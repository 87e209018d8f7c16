import type { ImportResult } from "@shared/api/imports";
import { Stat } from "@/components/ui/card";
import { plural } from "@/lib/format";

/** Counts of a checked or imported file, and the rows that stop it. */
export function ImportCounts({ result, real }: { result: ImportResult; real: boolean }) {
  const note = !real && !result.valid ? "of the valid rows" : undefined;
  return (
    <div className="grid grid-cols-2 gap-3 md:grid-cols-4" data-testid="import-counts">
      <Stat label="Rows in the file" value={result.rows.toLocaleString("en-GB")} />
      <Stat
        label={real ? "Created" : "Would create"}
        note={note}
        value={<span data-testid="count-created">{result.counts.created.toLocaleString("en-GB")}</span>}
      />
      <Stat
        label={real ? "Updated" : "Would update"}
        note={note}
        value={<span data-testid="count-updated">{result.counts.updated.toLocaleString("en-GB")}</span>}
      />
      <Stat label="Unchanged" note={note} value={<span data-testid="count-unchanged">{result.counts.unchanged.toLocaleString("en-GB")}</span>} />
    </div>
  );
}

export function ImportErrors({ result }: { result: ImportResult }) {
  if (result.errorCount === 0) return null;
  const more = result.errorCount - result.errors.length;
  return (
    <div className="space-y-2">
      <h3 className="text-base font-semibold text-alarm-700" data-testid="import-error-count">
        <span aria-hidden>× </span>
        {plural(result.errorCount, "problem")} in the file — nothing can be imported until they are fixed
      </h3>
      <div className="max-h-[28rem] overflow-auto rounded-md border border-ink-200">
        <table className="w-full text-sm" data-testid="import-errors">
          <thead className="sticky top-0 bg-ink-50">
            <tr className="border-b border-ink-200 text-left text-xs uppercase tracking-wide text-ink-600">
              <th className="px-3 py-2 text-right">Row</th>
              <th className="px-3 py-2">Column</th>
              <th className="px-3 py-2">Problem</th>
            </tr>
          </thead>
          <tbody>
            {result.errors.map((e, i) => (
              <tr key={i} className="border-b border-ink-100 align-top" data-testid="import-error">
                <td className="px-3 py-2 text-right font-semibold tabular-nums" data-field="row">
                  {e.row}
                </td>
                <td className="px-3 py-2" data-field="column">
                  {e.column ? <code className="font-mono text-[13px]">{e.column}</code> : <span className="text-ink-500">whole row</span>}
                </td>
                <td className="px-3 py-2" data-field="message">
                  {e.message}
                </td>
              </tr>
            ))}
          </tbody>
        </table>
      </div>
      {more > 0 ? (
        <p className="text-sm font-semibold text-ink-800" data-testid="import-errors-more">
          … and {plural(more, "more problem")} not listed. Fix these first and check the file again.
        </p>
      ) : null}
      <p className="text-xs text-ink-600">Row numbers are as the spreadsheet shows them: the header is row 1.</p>
    </div>
  );
}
+ + + + +
Give every part of the material again, exactly as written.

OUTPUT FOR THIS TASK
repository 87e209018d8f7c16
import type { ImportResult } from "@shared/api/imports";
import { Stat } from "@/components/ui/card";
import { plural } from "@/lib/format";

/** Counts of a checked or imported file, and the rows that stop it. */
export function ImportCounts({ result, real }: { result: ImportResult; real: boolean }) {
  const note = !real && !result.valid ? "of the valid rows" : undefined;
  return (
    <div className="grid grid-cols-2 gap-3 md:grid-cols-4" data-testid="import-counts">
      <Stat label="Rows in the file" value={result.rows.toLocaleString("en-GB")} />
      <Stat
        label={real ? "Created" : "Would create"}
        note={note}
        value={<span data-testid="count-created">{result.counts.created.toLocaleString("en-GB")}</span>}
      />
      <Stat
        label={real ? "Updated" : "Would update"}
        note={note}
        value={<span data-testid="count-updated">{result.counts.updated.toLocaleString("en-GB")}</span>}
      />
      <Stat label="Unchanged" note={note} value={<span data-testid="count-unchanged">{result.counts.unchanged.toLocaleString("en-GB")}</span>} />
    </div>
  );
}

export function ImportErrors({ result }: { result: ImportResult }) {
  if (result.errorCount === 0) return null;
  const more = result.errorCount - result.errors.length;
  return (
    <div className="space-y-2">
      <h3 className="text-base font-semibold text-alarm-700" data-testid="import-error-count">
        <span aria-hidden>× </span>
        {plural(result.errorCount, "problem")} in the file — nothing can be imported until they are fixed
      </h3>
      <div className="max-h-[28rem] overflow-auto rounded-md border border-ink-200">
        <table className="w-full text-sm" data-testid="import-errors">
          <thead className="sticky top-0 bg-ink-50">
            <tr className="border-b border-ink-200 text-left text-xs uppercase tracking-wide text-ink-600">
              <th className="px-3 py-2 text-right">Row</th>
              <th className="px-3 py-2">Column</th>
              <th className="px-3 py-2">Problem</th>
            </tr>
          </thead>
          <tbody>
            {result.errors.map((e, i) => (
              <tr key={i} className="border-b border-ink-100 align-top" data-testid="import-error">
                <td className="px-3 py-2 text-right font-semibold tabular-nums" data-field="row">
                  {e.row}
                </td>
                <td className="px-3 py-2" data-field="column">
                  {e.column ? <code className="font-mono text-[13px]">{e.column}</code> : <span className="text-ink-500">whole row</span>}
                </td>
                <td className="px-3 py-2" data-field="message">
                  {e.message}
                </td>
              </tr>
            ))}
          </tbody>
        </table>
      </div>
      {more > 0 ? (
        <p className="text-sm font-semibold text-ink-800" data-testid="import-errors-more">
          … and {plural(more, "more problem")} not listed. Fix these first and check the file again.
        </p>
      ) : null}
      <p className="text-xs text-ink-600">Row numbers are as the spreadsheet shows them: the header is row 1.</p>
    </div>
  );
}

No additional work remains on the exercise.